UTF-8 Encoder / Decoder
Encode text to UTF-8 byte sequences or decode byte sequences back to text. View hex, decimal, binary, and percent-encoded formats.
What is UTF-8?
UTF-8 (Unicode Transformation Format - 8-bit) is the dominant character encoding on the internet, used by over 98% of web pages. It encodes Unicode characters using 1 to 4 bytes: ASCII characters use 1 byte, common European/Latin characters use 2 bytes, CJK characters use 3 bytes, and emoji typically use 4 bytes.
Understanding UTF-8 byte sequences is important for systems programming, network protocols, file format work, and debugging character encoding issues.
How to Use
- Choose Text → Bytes (encode) or Bytes → Text (decode)
- Select your preferred output format in Settings
- Paste or type your text
- Enable the byte table to see detailed character breakdowns
Frequently Asked Questions
Why does é use 2 bytes in UTF-8?
The letter é (e with accent) has Unicode code point U+00E9 (233 in decimal), which is above 127 and requires 2 bytes in UTF-8: C3 A9.

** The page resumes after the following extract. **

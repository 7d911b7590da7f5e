"""Results as people and programs read them: terminal text, data frames, JSON."""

What is the difference between UTF-8 and ASCII?
ASCII uses 7 bits and only covers 128 characters (English alphabet, digits, symbols). UTF-8 is a superset: the first 128 characters are identical to ASCII, and it extends to over 1 million Unicode characters.
Why do emoji use 4 bytes?
Most emoji have Unicode code points above U+FFFF (the Basic Multilingual Plane limit), requiring 4 bytes in UTF-8 encoding.
What is the BOM in UTF-8?
The Byte Order Mark (BOM, U+FEFF) is sometimes added at the start of UTF-8 files as a signature. It appears as EF BB BF in hex. Most UTF-8 files should not have a BOM, as it can cause issues in some tools.
How does this differ from URL encoding?
URL encoding (% encoding) represents bytes as %XX in URLs. This tool shows the same bytes in multiple formats including hex (\xXX), decimal, binary, and percent-encoded.